- ACTIVITY -
Could you say how many lines in the records include "integer"? Please give the number by itself.

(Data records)
/---

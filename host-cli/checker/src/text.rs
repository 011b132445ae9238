//! Proofs as text: `FORMAT.md`, section 7.

use crate::grammar::{self, Malformed, NAMES, Reader, Writer};
use crate::proof::{
    Claim, Feature, Frame, Item, Place, Proof, Quantity, Relation, Rule, Span, Step,
};
use crate::words;

pub(crate) use words::interval;

/// First line of a proof.
const TITLE: &str = "balk-proof 1";
/// Longest text, bytes.
const MAX_SIZE: usize = 256 << 20;

/// Where and why a text is no proof.
#[derive(Clone, Copy, Debug, PartialEq, Eq, thiserror::Error)]
#[error("line {line}: {reason}")]
pub struct TextError {
    /// Counted from 1; one more than there are if something is missing at the end.
    pub line: usize,
    /// What is wrong.
    pub reason: Malformed,
}

/// The text of `proof`. Cost: linear.
///
/// # Errors
///
/// What the format cannot hold, such as a target with a line break or an axis beyond the third.
pub fn write(proof: &Proof) -> Result<String, Malformed> {
    grammar::need_target(&proof.target)?;
    let mut lines = vec![
        TITLE.to_owned(),
        format!("machine {}", hex(&proof.machine)),
        format!("tip {}", serde_json::Value::from(proof.tip.as_str())),
        format!("target {}", proof.target),
        format!("search {}", hex(&proof.search)),
    ];
    for (place, frame) in proof.frames.iter().enumerate() {
        let [w, x, y, z] = frame.turn;
        let shift = words::decimal(frame.shift);
        lines.push(format!("frame {} {w} {x} {y} {z} {shift}", place + 1));
    }
    for (place, span) in proof.root.iter().enumerate() {
        let (lo, hi) = (words::decimal(span.lo), words::decimal(span.hi));
        lines.push(format!("root {} {lo} {hi}", place + 1));
    }
    for item in &proof.items {
        lines.push(write_item(item)?);
    }
    lines.push("end\n".to_owned());
    Ok(lines.join("\n"))
}

/// One item as text; what is wrong with it if it cannot be written.
pub fn item(item: &Item) -> String {
    write_item(item).unwrap_or_else(|error| error.to_string())
}

fn write_item(item: &Item) -> Result<String, Malformed> {
    let step = match item {
        Item::Split { variable, at } => {
            return Ok(format!("split {variable} at {}", words::decimal(*at)));
        }
        Item::Step(step) => step,
    };
    grammar::need_quantity(step)?;
    let quantity = step.quantity.map_or(Ok("*".to_owned()), words::quantity)?;
    let claim = match step.claim {
        Claim::AtLeast(lo) => format!(">= {}", words::decimal(lo)),
        Claim::AtMost(hi) => format!("<= {}", words::decimal(hi)),
        Claim::Within(Span { lo, hi }) => {
            format!("in [{}, {}]", words::decimal(lo), words::decimal(hi))
        }
        Claim::Nothing => "none".to_owned(),
    };
    let mut line = Line(format!("step {quantity} {claim} by"));
    line.rule(grammar::rule_number(&step.rule)?);
    grammar::rule_arguments(&step.rule, &mut line)?;
    Ok(line.0)
}

fn hex(bytes: &[u8]) -> String {
    bytes.iter().map(|byte| format!("{byte:02x}")).collect()
}

struct Line(String);

impl Line {
    fn word(&mut self, word: &str) {
        self.0.push(' ');
        self.0.push_str(word);
    }
}

impl Writer for Line {
    fn index(&mut self, index: u8) {
        self.word(&index.to_string());
    }

    fn feature(&mut self, feature: Feature) -> Result<(), Malformed> {
        self.word(&words::feature(feature)?);
        Ok(())
    }

    fn place(&mut self, place: Place) -> Result<(), Malformed> {
        self.word(&words::place(place));
        Ok(())
    }

    fn rule(&mut self, number: u8) {
        // Every number that `grammar` gives has a name.
        self.word(NAMES.get(usize::from(number)).copied().unwrap_or("?"));
    }

    fn count(&mut self, _: usize) {}

    fn integer(&mut self, number: i64) {
        self.word(&number.to_string());
    }
}

/// The proof that `text` writes. Cost: linear.
///
/// # Errors
///
/// The first line that is not well written. Whether the items close their tree is not looked at.
pub fn read(text: &str) -> Result<Proof, TextError> {
    if text.len() > MAX_SIZE {
        return Err(TextError {
            line: 1,
            reason: Malformed::Long,
        });
    }
    let mut lines = Lines {
        rest: text.lines(),
        number: 0,
    };
    let proof = read_lines(&mut lines);
    proof.map_err(|reason| TextError {
        line: lines.number,
        reason,
    })
}

/// Lines that hold anything but comments.
struct Lines<'a> {
    rest: core::str::Lines<'a>,
    number: usize,
}

impl<'a> Lines<'a> {
    fn next(&mut self) -> Result<&'a str, Malformed> {
        loop {
            self.number += 1;
            let line = without_comment(self.rest.next().ok_or(Malformed::Short)?);
            if !line.trim().is_empty() {
                return Ok(line);
            }
        }
    }

    /// What follows `word` and a blank on the next line.
    fn after(&mut self, word: &str) -> Result<&'a str, Malformed> {
        let rest = self.next()?.strip_prefix(word);
        rest.and_then(|rest| rest.strip_prefix(' '))
            .ok_or(Malformed::Unknown)
    }
}

/// `line` up to a `#` outside of a JSON string.
fn without_comment(line: &str) -> &str {
    let (mut inside, mut escaped) = (false, false);
    for (place, character) in line.char_indices() {
        match character {
            _ if escaped => escaped = false,
            '\\' if inside => escaped = true,
            '"' => inside = !inside,
            '#' if !inside => return line[..place].trim_end(),
            _ => {}
        }
    }
    line
}

fn read_lines(lines: &mut Lines) -> Result<Proof, Malformed> {
    if lines.next()?.trim() != TITLE {
        return Err(Malformed::Version);
    }
    let machine = parse_digest(lines.after("machine")?)?;
    let tip = serde_json::from_str(lines.after("tip")?).map_err(|_| Malformed::Text)?;
    let target = lines.after("target")?.to_owned();
    grammar::need_target(&target)?;
    let search = parse_digest(lines.after("search")?)?;
    let (mut frames, mut root, mut items) = (Vec::new(), Vec::new(), Vec::new());
    loop {
        let line = lines.next()?;
        let mut words = Words(line.split_whitespace());
        match words.next()? {
            "frame" if root.is_empty() && items.is_empty() => {
                words.expect(&(frames.len() + 1).to_string())?;
                let mut turn = [0; 4];
                for part in &mut turn {
                    *part = words.integer()?;
                }
                let shift = words.decimal()?;
                frames.push(Frame { turn, shift });
            }
            "root" if items.is_empty() => {
                words.expect(&(root.len() + 1).to_string())?;
                root.push(Span {
                    lo: words.decimal()?,
                    hi: words.decimal()?,
                });
            }
            "split" => {
                let variable = words.index()?;
                words.expect("at")?;
                let at = words.decimal()?;
                items.push(Item::Split { variable, at });
            }
            "step" => items.push(Item::Step(words.step()?)),
            "end" => {
                words.finish()?;
                break;
            }
            _ => return Err(Malformed::Unknown),
        }
        words.finish()?;
    }
    match lines.next() {
        Err(Malformed::Short) => {}
        _ => return Err(Malformed::Trailing),
    }
    Ok(Proof {
        machine,
        tip,
        target,
        search,
        frames,
        root,
        items,
    })
}

fn parse_digest(text: &str) -> Result<[u8; 32], Malformed> {
    let text = text.trim().as_bytes();
    let digit = |byte: u8| match byte {
        b'0'..=b'9' => Ok(byte - b'0'),
        b'a'..=b'f' => Ok(byte - b'a' + 10),
        _ => Err(Malformed::Number),
    };
    let mut digest = [0; 32];
    if text.len() != 2 * digest.len() {
        return Err(Malformed::Number);
    }
    for (byte, pair) in digest.iter_mut().zip(text.chunks_exact(2)) {
        *byte = 16 * digit(pair[0])? + digit(pair[1])?;
    }
    Ok(digest)
}

struct Words<'a>(core::str::SplitWhitespace<'a>);

impl<'a> Words<'a> {
    fn next(&mut self) -> Result<&'a str, Malformed> {
        self.0.next().ok_or(Malformed::Short)
    }

    fn expect(&mut self, word: &str) -> Result<(), Malformed> {
        if self.next()? == word {
            Ok(())
        } else {
            Err(Malformed::Unknown)
        }
    }

    fn finish(&mut self) -> Result<(), Malformed> {
        match self.0.next() {
            Some(_) => Err(Malformed::Trailing),
            None => Ok(()),
        }
    }

    fn decimal(&mut self) -> Result<i64, Malformed> {
        words::parse_decimal(self.next()?)
    }

    fn integer(&mut self) -> Result<i64, Malformed> {
        self.next()?.parse().map_err(|_| Malformed::Number)
    }

    fn step(&mut self) -> Result<Step, Malformed> {
        let quantity: Option<Quantity> = match self.next()? {
            "*" => None,
            word => Some(words::parse_quantity(word)?),
        };
        let claim = match self.next()? {
            ">=" => Claim::AtLeast(self.decimal()?),
            "<=" => Claim::AtMost(self.decimal()?),
            "in" => {
                let bracket = |word: Option<&'a str>| word.ok_or(Malformed::Unknown);
                let lo = bracket(self.next()?.strip_prefix('['))?;
                let lo = words::parse_decimal(bracket(lo.strip_suffix(','))?)?;
                let hi = words::parse_decimal(bracket(self.next()?.strip_suffix(']'))?)?;
                if lo > hi {
                    return Err(Malformed::Reversed);
                }
                Claim::Within(Span { lo, hi })
            }
            "none" => Claim::Nothing,
            _ => return Err(Malformed::Unknown),
        };
        self.expect("by")?;
        let number = Reader::rule(self)?;
        let rule: Rule = grammar::rule(number, self)?;
        let step = Step {
            rule,
            quantity,
            claim,
        };
        grammar::need_quantity(&step)?;
        Ok(step)
    }
}

impl Reader for Words<'_> {
    fn index(&mut self) -> Result<u8, Malformed> {
        words::parse_index(self.next()?)
    }

    fn feature(&mut self) -> Result<Feature, Malformed> {
        words::parse_feature(self.next()?)
    }

    fn place(&mut self) -> Result<Place, Malformed> {
        words::parse_place(self.next()?)
    }

    fn rule(&mut self) -> Result<u8, Malformed> {
        let word = self.next()?;
        let place = NAMES.iter().position(|name| *name == word);
        place
            .and_then(|place| u8::try_from(place).ok())
            .ok_or(Malformed::Unknown)
    }

    fn list(&mut self) -> Result<Vec<(i64, Relation)>, Malformed> {
        let mut list = Vec::new();
        while self.0.clone().next().is_some() {
            let multiplier = self.integer()?;
            let number = Reader::rule(self)?;
            list.push((multiplier, grammar::relation(number, self)?));
        }
        Ok(list)
    }
}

\---

- SOLUTION TO THIS EXERCISE -
4